• **Task**: Copy out all of the records, exactly as they appear.

[Collected data entries]

== == ==

"""Where places of lines stand in one another's frames, the first copy of every line and group counting."""

from __future__ import annotations

from dataclasses import dataclass, field
from functools import reduce
from operator import matmul
from typing import TYPE_CHECKING, Final

import numpy as np

from core.arrays import settled
from core.assembly.placing import first_of, standing_of, unled
from core.assembly.seats.datums import Datum, datum_named
from core.errors import EditRefused
from core.placement import Placement, Pose, matrix_of_turns

if TYPE_CHECKING:
    from collections.abc import Sequence

    from core.assembly.assembly import Assembly
    from core.assembly.nodes import Node
    from core.assembly.seat import Anchor, Seat
    from core.placement import Copies

# Half a turn about u: what points along a datum's direction then points against it.
AGAINST: Final = np.diag([1.0, -1.0, -1.0])


@dataclass
class Standings:
    """Finds places in the frames of lines.

    Attributes:
        assembly: whose lines they are.
        poses: by key of a line, where it stands instead of where the assembly has it.
    """

    assembly: Assembly
    poses: dict[str, Pose] = field(default_factory=dict)

    def path_to(self, anchor: Anchor) -> tuple[Node, ...]:
        """Return the groups that hold a place's line, the outermost first, and the line.

        The line of a place on a cut is the part that it is taken out of; that of an axis of a part is the part. Other
        axes of the document have none.
        """
        key = anchor.key or next((axis.part for axis in self.assembly.axes if axis.name == anchor.datum), "")
        if not key:
            return ()
        node = self.assembly.node_of_line(key)
        return (*self.assembly.groups_above(node.key), node)

    def apart(self, node: Node, target: Anchor) -> tuple[tuple[Node, ...], tuple[Node, ...]]:
        """Return the groups above a seated line and the path to its target, from where the two part."""
        above, path = self.assembly.groups_above(node.key), self.path_to(target)
        common = 0
        while common < min(len(above), len(path)) and above[common].key == path[common].key:
            common += 1
        return above[common:], path[common:]

    def own_frame(self, node: Node, moving: Anchor) -> Placement:
        """Return the placement tf_node_datum of a place in a line.

        Raises:
            EditRefused: the place is not in the line, or the line has none of this name.
        """
        path = self.path_to(moving)
        keys = [each.key for each in path]
        if node.key not in keys:
            raise EditRefused(
                "a line is seated by a place of its own", where=node.name, read=_said(self.assembly, moving),
                remedy="Choose one of its faces, edges or axes, or of a part in it",
            )
        inner = path[keys.index(node.key) + 1 :]
        return self._through(inner) @ self._datum(node, moving).frame

    def target_frame(self, node: Node, target: Anchor) -> Placement:
        """Return the placement tf_holder_datum of a place, in the frame that a seated line stands in.

        Raises:
            EditRefused: the place is on the line itself, or its line has none of this name.
        """
        above, path = self.apart(node, target)
        if node.key in {each.key for each in path}:
            raise EditRefused(
                "a line cannot be seated on itself", where=node.name, read=_said(self.assembly, target),
                remedy="Choose a place of another line",
            )
        return self._through(above).inverse() @ self._through(path) @ self._datum(node, target).frame

    def first_copy(self, node: Node) -> Placement:
        """Return the placement tf_holder_node of the first copy of a line."""
        return first_of(node.copies, self.poses.get(node.key, node.pose).placement)

    def _through(self, nodes: Sequence[Node]) -> Placement:
        placements = [self.first_copy(node) for node in nodes]
        return reduce(matmul, placements) if placements else Placement.identity()

    def _datum(self, node: Node, anchor: Anchor) -> Datum:
        found = self.datum(anchor)
        if found is None:
            raise EditRefused(
                "its seat is on a place that is not there", where=node.name,
                read=_said(self.assembly, anchor), remedy="Remove the seat first, or seat the line on another place",
            )
        return found

    def datum(self, anchor: Anchor) -> Datum | None:
        """Return the place in the frame of the line that `path_to` leads to; None where no such place is there."""
        if anchor.key:
            return datum_named(self.assembly.line(anchor.key), anchor.datum)
        axis = next((axis for axis in self.assembly.axes if axis.name == anchor.datum), None)
        if axis is None:
            return None
        # The axes of parts are kept where the parts of this assembly stand, whatever poses are asked for instead.
        back = standing_of(self.assembly, axis.part).inverse() if axis.part else Placement.identity()
        return Datum(axis.name, "axis", back.apply(axis.point), back.turn_only(axis.unit))


def pose_of_first(copies: Copies, tf_holder_first: Placement, scale: float) -> Pose:
    """Return the pose whose first copy stands there; what is round-off of lengths as large as scale (m) is 0."""
    placed = unled(copies, tf_holder_first)
    return Pose.of(Placement(placed.turn, settled(placed.shift, scale)))


def seat_placement(seat: Seat) -> Placement:
    """Return the placement tf_target_moving that a seat asks for between the frames of its two datums."""
    turn = matrix_of_turns((0.0, 0.0, seat.turn))
    return Placement(turn @ AGAINST if seat.facing == "against" else turn, (*seat.aside, seat.offset))


def _said(assembly: Assembly, anchor: Anchor) -> str:
    if not anchor.key:
        return f'the axis "{anchor.datum}"'
    return f'"{anchor.datum}" of {assembly.name_of_line(anchor.key)}'
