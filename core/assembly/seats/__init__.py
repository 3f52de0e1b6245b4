"""Seats: the named places of lines, and lines that follow the place they are set on."""

from core.assembly.seats.datums import Datum, DatumKind, datum_named, datums_of
from core.assembly.seats.following import check_seats, seated, seated_in
from core.assembly.seats.seating import seat_as_it_stands, with_seat, without_seat

__all__ = [
    "Datum",
    "DatumKind",
    "check_seats",
    "datum_named",
    "datums_of",
    "seat_as_it_stands",
    "seated",
    "seated_in",
    "with_seat",
    "without_seat",
]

== == ==

• **Task answer**:
"""Where places of lines stand in one another's frames, the first copy of every line and group counting."""

from __future__ import annotations

from dataclasses import dataclass, field
from functools import reduce
from operator import matmul
from typing import TYPE_CHECKING, Final

import numpy as np

from core.arrays import settled
from core.assembly.placing import first_of, standing_of, unled
from core.assembly.seats.datums import Datum, datum_named
from core.errors import EditRefused
from core.placement import Placement, Pose, matrix_of_turns

if TYPE_CHECKING:
    from collections.abc import Sequence

    from core.assembly.assembly import Assembly
    from core.assembly.nodes import Node
    from core.assembly.seat import Anchor, Seat
    from core.placement import Copies

# Half a turn about u: what points along a datum's direction then points against it.
AGAINST: Final = np.diag([1.0, -1.0, -1.0])


@dataclass
class Standings:
    """Finds places in the frames of lines.

    Attributes:
        assembly: whose lines they are.
        poses: by key of a line, where it stands instead of where the assembly has it.
    """

    assembly: Assembly
    poses: dict[str, Pose] = field(default_factory=dict)

    def path_to(self, anchor: Anchor) -> tuple[Node, ...]:
        """Return the groups that hold a place's line, the outermost first, and the line.

        The line of a place on a cut is the part that it is taken out of; that of an axis of a part is the part. Other
        axes of the document have none.
        """
        key = anchor.key or next((axis.part for axis in self.assembly.axes if axis.name == anchor.datum), "")
        if not key:
            return ()
        node = self.assembly.node_of_line(key)
        return (*self.assembly.groups_above(node.key), node)

    def apart(self, node: Node, target: Anchor) -> tuple[tuple[Node, ...], tuple[Node, ...]]:
        """Return the groups above a seated line and the path to its target, from where the two part."""
        above, path = self.assembly.groups_above(node.key), self.path_to(target)
        common = 0
        while common < min(len(above), len(path)) and above[common].key == path[common].key:
            common += 1
        return above[common:], path[common:]

    def own_frame(self, node: Node, moving: Anchor) -> Placement:
        """Return the placement tf_node_datum of a place in a line.

        Raises:
            EditRefused: the place is not in the line, or the line has none of this name.
        """
        path = self.path_to(moving)
        keys = [each.key for each in path]
        if node.key not in keys:
            raise EditRefused(
                "a line is seated by a place of its own", where=node.name, read=_said(self.assembly, moving),
                remedy="Choose one of its faces, edges or axes, or of a part in it",
            )
        inner = path[keys.index(node.key) + 1 :]
        return self._through(inner) @ self._datum(node, moving).frame

    def target_frame(self, node: Node, target: Anchor) -> Placement:
        """Return the placement tf_holder_datum of a place, in the frame that a seated line stands in.

        Raises:
            EditRefused: the place is on the line itself, or its line has none of this name.
        """
        above, path = self.apart(node, target)
        if node.key in {each.key for each in path}:
            raise EditRefused(
                "a line cannot be seated on itself", where=node.name, read=_said(self.assembly, target),
                remedy="Choose a place of another line",
            )
        return self._through(above).inverse() @ self._through(path) @ self._datum(node, target).frame

    def first_copy(self, node: Node) -> Placement:
        """Return the placement tf_holder_node of the first copy of a line."""
        return first_of(node.copies, self.poses.get(node.key, node.pose).placement)

    def _through(self, nodes: Sequence[Node]) -> Placement:
        placements = [self.first_copy(node) for node in nodes]
        return reduce(matmul, placements) if placements else Placement.identity()

    def _datum(self, node: Node, anchor: Anchor) -> Datum:
        found = self.datum(anchor)
        if found is None:
            raise EditRefused(
                "its seat is on a place that is not there", where=node.name,
                read=_said(self.assembly, anchor), remedy="Remove the seat first, or seat the line on another place",
            )
        return found

    def datum(self, anchor: Anchor) -> Datum | None:
        """Return the place in the frame of the line that `path_to` leads to; None where no such place is there."""
        if anchor.key:
            return datum_named(self.assembly.line(anchor.key), anchor.datum)
        axis = next((axis for axis in self.assembly.axes if axis.name == anchor.datum), None)
        if axis is None:
            return None
        # The axes of parts are kept where the parts of this assembly stand, whatever poses are asked for instead.
        back = standing_of(self.assembly, axis.part).inverse() if axis.part else Placement.identity()
        return Datum(axis.name, "axis", back.apply(axis.point), back.turn_only(axis.unit))


def pose_of_first(copies: Copies, tf_holder_first: Placement, scale: float) -> Pose:
    """Return the pose whose first copy stands there; what is round-off of lengths as large as scale (m) is 0."""
    placed = unled(copies, tf_holder_first)
    return Pose.of(Placement(placed.turn, settled(placed.shift, scale)))


def seat_placement(seat: Seat) -> Placement:
    """Return the placement tf_target_moving that a seat asks for between the frames of its two datums."""
    turn = matrix_of_turns((0.0, 0.0, seat.turn))
    return Placement(turn @ AGAINST if seat.facing == "against" else turn, (*seat.aside, seat.offset))


def _said(assembly: Assembly, anchor: Anchor) -> str:
    if not anchor.key:
        return f'the axis "{anchor.datum}"'
    return f'"{anchor.datum}" of {assembly.name_of_line(anchor.key)}'
filename core/assembly/seats/__init__.py
repository 3f52de0e1b6245b4
"""Seats: the named places of lines, and lines that follow the place they are set on."""

from core.assembly.seats.datums import Datum, DatumKind, datum_named, datums_of
from core.assembly.seats.following import check_seats, seated, seated_in
from core.assembly.seats.seating import seat_as_it_stands, with_seat, without_seat

__all__ = [
    "Datum",
    "DatumKind",
    "check_seats",
    "datum_named",
    "datums_of",
    "seat_as_it_stands",
    "seated",
    "seated_in",
    "with_seat",
    "without_seat",
]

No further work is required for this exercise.